Wohl kein Zusammenhang

Flammenmeer über Kleinstadt: Weiterer Brand hält Feuerwehr in Atem

In Stockstadt am Main hat es zunächst in einer Papierfabrik und dann in einem weiteren Gebäude gebrannt. 

Stockstadt - Zwei Brände innerhalb weniger Stunden in Stockstadt an der Landesgrenze zwischen Bayern und Hessen: In einer Firma, in der Kunststoffe und Gummi verarbeitet werden, ist am Ostersonntag ein Feuer ausgebrochen. Zuvor hatte es in einer nahe gelegenen Papierfabrik gebrannt. 300 Einsatzkräfte mehrerer Feuerwehren kämpften auf dem Gelände der Kunststofffirma bis in den späten Abend hinein gegen die Flammen. Ein Ende der Löscharbeiten war zunächst nicht abzusehen.

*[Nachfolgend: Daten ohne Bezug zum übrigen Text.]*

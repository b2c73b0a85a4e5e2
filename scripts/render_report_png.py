"""Render a report page to a PNG with headless Chromium.

Usage: python scripts/render_report_png.py REPORT.html OUT.png [--width 1200] [--height 2000]
                                            [--browser PATH]

Exit status 0 when the PNG was written (its size is printed), 1 when the browser failed, 2 when
the page or the browser is missing. The browser runs with its networking features off and a
throw-away profile folder. tests/test_report.py decodes the PNG and checks it is not blank.
"""

from __future__ import annotations

import argparse
import os
import shutil
import struct
import subprocess
import sys
import tempfile
from pathlib import Path

BROWSER_NAMES = ("chromium", "chromium-browser")


def find_browser() -> str | None:
    """Path of a Chromium binary on PATH, or None. Raises nothing."""
    for name in BROWSER_NAMES:
        found = shutil.which(name)
        if found:
            return found
    return None


def render_png(html_path, png_path, width: int = 1200, height: int = 2000,
               browser: str | None = None, timeout: float = 120.0) -> Path:
    """Screenshot ``html_path`` (a local file) into ``png_path`` with headless Chromium.

    Takes the page path, the PNG path, the window size in pixels, an optional browser binary
    (default: :func:`find_browser`) and a timeout in seconds. The browser writes a temporary file
    beside ``png_path``, which is then renamed over it. Returns the PNG path. Raises
    FileNotFoundError when the page or the browser is missing, RuntimeError when the browser
    fails or writes no PNG, subprocess.TimeoutExpired when it hangs.
    """
    page = Path(html_path).resolve()
    if not page.is_file():
        raise FileNotFoundError(f"no such page: {page}")
    binary = browser or find_browser()
    if binary is None:
        raise FileNotFoundError("no Chromium binary on PATH (looked for: "
                                + ", ".join(BROWSER_NAMES) + ")")
    out = Path(png_path).resolve()
    tmp = out.with_name(f".{out.name}.{os.getpid()}.tmp.png")
    try:
        with tempfile.TemporaryDirectory(prefix="report-browser-") as profile:
            cmd = [binary, "--headless", "--no-sandbox", "--disable-gpu",
                   "--disable-background-networking", "--disable-component-update",
                   "--disable-sync", "--no-first-run", "--hide-scrollbars",
                   f"--user-data-dir={profile}", f"--screenshot={tmp}",
                   f"--window-size={width},{height}", page.as_uri()]
            done = subprocess.run(cmd, capture_output=True, text=True, timeout=timeout,
                                  check=False)
        if done.returncode != 0 or not tmp.is_file():
            raise RuntimeError(f"browser exit {done.returncode}, no PNG written; stderr: "
                               + done.stderr.strip()[-500:])
        os.replace(tmp, out)
    finally:
        tmp.unlink(missing_ok=True)
    return out


def png_size(path) -> tuple[int, int]:
    """(width, height) from the IHDR chunk of a PNG file. Raises ValueError for a non-PNG file."""
    head = Path(path).read_bytes()[:24]
    if head[:8] != b"\x89PNG\r\n\x1a\n" or head[12:16] != b"IHDR":
        raise ValueError(f"{path}: not a PNG file")
    return struct.unpack(">II", head[16:24])


def main(argv=None) -> int:
    """Command line entry: render the page and print the PNG size; see the module docstring."""
    parser = argparse.ArgumentParser(description="Render a report page to PNG (headless Chromium).")
    parser.add_argument("html", help="report page (HTML file)")
    parser.add_argument("png", help="PNG file to write")
    parser.add_argument("--width", type=int, default=1200, help="window width in pixels")
    parser.add_argument("--height", type=int, default=2000, help="window height in pixels")
    parser.add_argument("--browser", default=None, help="Chromium binary (default: search PATH)")
    args = parser.parse_args(argv)
    try:
        out = render_png(args.html, args.png, args.width, args.height, args.browser)
    except FileNotFoundError as exc:
        print(f"error: {exc}", file=sys.stderr)
        return 2
    except (RuntimeError, subprocess.TimeoutExpired) as exc:
        print(f"error: {exc}", file=sys.stderr)
        return 1
    width, height = png_size(out)
    print(f"{out}: {width}x{height} pixels")
    return 0


if __name__ == "__main__":
    sys.exit(main())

Bei den Löscharbeiten verletzte sich ein Feuerwehrmann. Er sei mit leichten Verletzungen in ein Krankenhaus gekommen. „Der Brand hat sich von außen in die Halle gefressen“, berichtete ein Sprecher der Einsatzkräfte. Auf Bildern vom Brandort war zu sehen, wie dichter Rauch aufstieg. Anwohner wurden zunächst aufgefordert, Türen und Fenster geschlossen zu halten. Am Abend dann Entwarnung von der Feuerwehr: „Die Rauchwolken sind nicht mehr so massiv.“ Messungen hätten ergeben, dass keine Gefahr für Menschen bestehe.

Polizei rechnet mit hohem Sachschaden

Wie hoch der Schaden ausfällt, war zunächst unklar. „Wir rechnen mit einem hohen Sachschaden“, sagte ein Polizeisprecher. Sobald die Löscharbeiten beendet sind, sollten Brandermittler ihre Arbeit aufnehmen. Die Ursache für das Feuer war zunächst unklar.

Nur rund 200 Meter von dem Betrieb entfernt hatte es am Vormittag in einer Papierfabrik gebrannt. Dabei entstand laut Polizei ein Schaden von mehreren Zehntausend Euro. Ursache war vermutlich ein technischer Defekt. Verletzt wurde niemand.

Das Feuer war an einer Hackschnitzelanlage ausgebrochen. Die firmeneigene Werksfeuerwehr sowie freiwillige Feuerwehren aus Stockstadt und Großostheim hatten den Brand schnell unter Kontrolle und konnten das Feuer schließlich löschen.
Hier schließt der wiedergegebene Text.